At Hiram, Sharfman also has served as chair of the History Department, and as assistant professor, associate professor and professor, joining the faculty in 1990.

"Associate Dean Sharfman's impressive credentials and leadership ability will be invaluable in helping to guide Manchester College’s course in the future,” said MC President Switzer. “As vice president and dean, he has a tremendous resource in our faculty. At Manchester, we put a premium on academic advising, and Dr. Sharfman will help fill that commitment. His background, experience and passion make him the right person to support the development of competent and compassionate faculty members who have high expectations for our students." Dave McFadden, vice president for enrollment and planning, will continue as interim dean of academic affairs until Sharfman arrives in July.

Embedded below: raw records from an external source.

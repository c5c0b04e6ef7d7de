using TrussWeb.Core.Analysis;
using TrussWeb.Core.Loads;
using TrussWeb.Core.Records;
using TrussWeb.Web.Components.Truss;
using TrussWeb.Web.Tests.Support;

namespace TrussWeb.Web.Tests.Truss;

public class TrussElevationDataTests
{
    private static readonly Core.TrussDesign.TrussDesignResult Design = TestData.SizedTruss.Design;

    private static Core.Model.TrussModel Model => TestData.SizedTruss.FinalInput.Model;

    [Fact]
    public void Geometry_has_one_segment_per_member_with_its_mark_at_the_midpoint()
    {
        var data = TrussElevationData.Build(Model, ElevationMode.Geometry);

        Assert.Equal(Model.Members.Select(m => m.Id), data.Segments.Select(s => s.Mark));
        var nodes = Model.NodeMap();
        foreach (var (member, seg) in Model.Members.Zip(data.Segments))
        {
            var a = nodes[member.StartNode];
            var b = nodes[member.EndNode];
            Assert.Equal((a.X + b.X) / 2 / 1000, seg.MidX, 9);
            Assert.Equal((a.Y + b.Y) / 2 / 1000, seg.MidY, 9);
            Assert.Equal(a.X / 1000, seg.X1, 9);
            Assert.Equal(b.Y / 1000, seg.Y2, 9);
            Assert.Equal(member.Id, seg.Label);
        }
    }

    [Fact]
    public void Combination_colour_and_label_follow_the_sign_of_the_force()
    {
        var uls = Design.Analysis.Combinations.Where(c => c.LimitState == LimitState.Uls).ToList();
        Assert.True(uls.Count >= 2);
        var sawTension = false;
        var sawCompression = false;
        foreach (var combination in uls)
        {
            var data = TrussElevationData.Build(Model, ElevationMode.AxialForce, Design.Analysis, combination.Name);
            foreach (var seg in data.Segments)
            {
                var axial = combination.MemberForces[seg.Mark];
                Assert.Equal(combination.Name, seg.Combination);
                if (axial >= 1)
                {
                    sawTension = true;
                    Assert.Equal(ForceSense.Tension, seg.Sense);
                    Assert.Equal(TrussElevationData.TensionColour, seg.Colour);
                    Assert.Equal($"{seg.Mark} T {Display.Sig(axial / 1000)} kN", seg.Label);
                }
                else if (axial <= -1)
                {
                    sawCompression = true;
                    Assert.Equal(ForceSense.Compression, seg.Sense);
                    Assert.Equal(TrussElevationData.CompressionColour, seg.Colour);
                    Assert.Equal($"{seg.Mark} C {Display.Sig(-axial / 1000)} kN", seg.Label);
                }
            }
        }

        Assert.True(sawTension && sawCompression, "the gravity and uplift combinations give both senses");
    }

    [Fact]
    public void Tension_and_compression_colours_differ()
    {
        Assert.NotEqual(TrussElevationData.TensionColour, TrussElevationData.CompressionColour);
    }

    [Fact]
    public void Envelope_shows_the_larger_magnitude_with_its_sense_and_combination()
    {
        var data = TrussElevationData.Build(Model, ElevationMode.AxialForce, Design.Analysis);

        Assert.Contains("envelope", data.Title, StringComparison.OrdinalIgnoreCase);
        foreach (var seg in data.Segments)
        {
            Envelope e = Design.Analysis.EnvelopeOf(seg.Mark);
            if (e.MaxTension > e.MaxCompression)
            {
                Assert.Equal(ForceSense.Tension, seg.Sense);
                Assert.Equal(e.MaxTension / 1000, seg.Value!.Value, 9);
                Assert.Equal(e.TensionCombination, seg.Combination);
            }
            else if (e.MaxCompression > e.MaxTension)
            {
                Assert.Equal(ForceSense.Compression, seg.Sense);
                Assert.Equal(-e.MaxCompression / 1000, seg.Value!.Value, 9);
                Assert.Equal(e.CompressionCombination, seg.Combination);
            }
        }

        // Members with both senses in the envelope exist here (wind uplift reverses the webs).
        Assert.Contains(Design.Analysis.Envelopes, e => e.MaxTension > 0 && e.MaxCompression > 0);
    }

    [Fact]
    public void Utilization_mode_labels_each_member_with_its_design_utilization()
    {
        var data = TrussElevationData.Build(Model, ElevationMode.Utilization, outcomes: Design.Members);

        foreach (var seg in data.Segments)
        {
            var outcome = Design.Members.Single(m => m.Mark == seg.Mark);
            Assert.Equal(outcome.Design.Utilization, seg.Value);
            Assert.Equal($"{seg.Mark} {Display.Sig(outcome.Design.Utilization)}", seg.Label);
            Assert.Equal(TrussElevationData.UtilizationColour(outcome.Design.Utilization), seg.Colour);
        }
    }

    [Fact]
    public void Utilization_colour_scale_runs_from_green_to_red()
    {
        Assert.Equal("rgb(46,139,87)", TrussElevationData.UtilizationColour(0));
        Assert.Equal("rgb(192,57,43)", TrussElevationData.UtilizationColour(1.0));
        Assert.NotEqual(TrussElevationData.UtilizationColour(0.5), TrussElevationData.UtilizationColour(0.95));
    }

    [Fact]
    public void Axial_mode_without_analysis_is_refused()
    {
        Assert.Throws<ArgumentNullException>(() => TrussElevationData.Build(Model, ElevationMode.AxialForce));
    }

    [Fact]
    public void Click_on_a_member_line_or_its_label_gives_its_mark()
    {
        var data = TrussElevationData.Build(Model, ElevationMode.Geometry);
        var n = data.Segments.Count;

        Assert.Equal(data.Segments[3].Mark, TrussElevation.MarkAt(data, 3, 0));
        Assert.Equal(data.Segments[5].Mark, TrussElevation.MarkAt(data, n, 5));
        Assert.Null(TrussElevation.MarkAt(data, n + 1, 0));
        Assert.Equal(n + 2, TrussElevation.BuildTraces(data, showNodeLabels: true).Count);
    }
}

Sharfman brings a wealth of scholarly excellence and experience to the College. He has published more than 22 works and papers, with special interest in the Holocaust and Jewish history.  At Hiram, he directs the first-year program, manages the class schedule, chairs the new-course committee, trains academic advisors, supervises faculty research budgets and directs the master’s program in interdisciplinary studies. He has served on all the major standing committees of the institution and has led trips abroad with students to Russia, England, Israel and Jordan.

He has received a number of teaching excellence honors, both at Hiram College and in the region – all from his peers. “I believe that making a positive difference in a young person’s life is a reward that makes teaching and mentoring a privilege,” said Sharfman. “I have spent the last couple years at Hiram working hard on developing a core curriculum so that a liberal arts education is at the center of a student’s education.”

Sharfman inherits a vibrant Office of Academic Affairs. Accounting, pre-law and pre-medicine graduates trample national averages for success rates. Educators who are graduates of Manchester College teach and administer in schools throughout Indiana. Students of the humanities and the arts are well-prepared for jobs and graduate studies. A recent survey of alumni conveyed a treasure of student-faculty relationships.  A new Science Center that will open for classes next fall will enable faculty to teach in an exciting new environment.

Sharfman, who grew up in the Chicago area, earned his bachelor’s degree in history from Miami University of Ohio and his master’s and Ph.D. in history from The University of North Carolina at Chapel Hill. He and his wife Susie have 12-year-old triplets, Hannah, Alex and Andrea.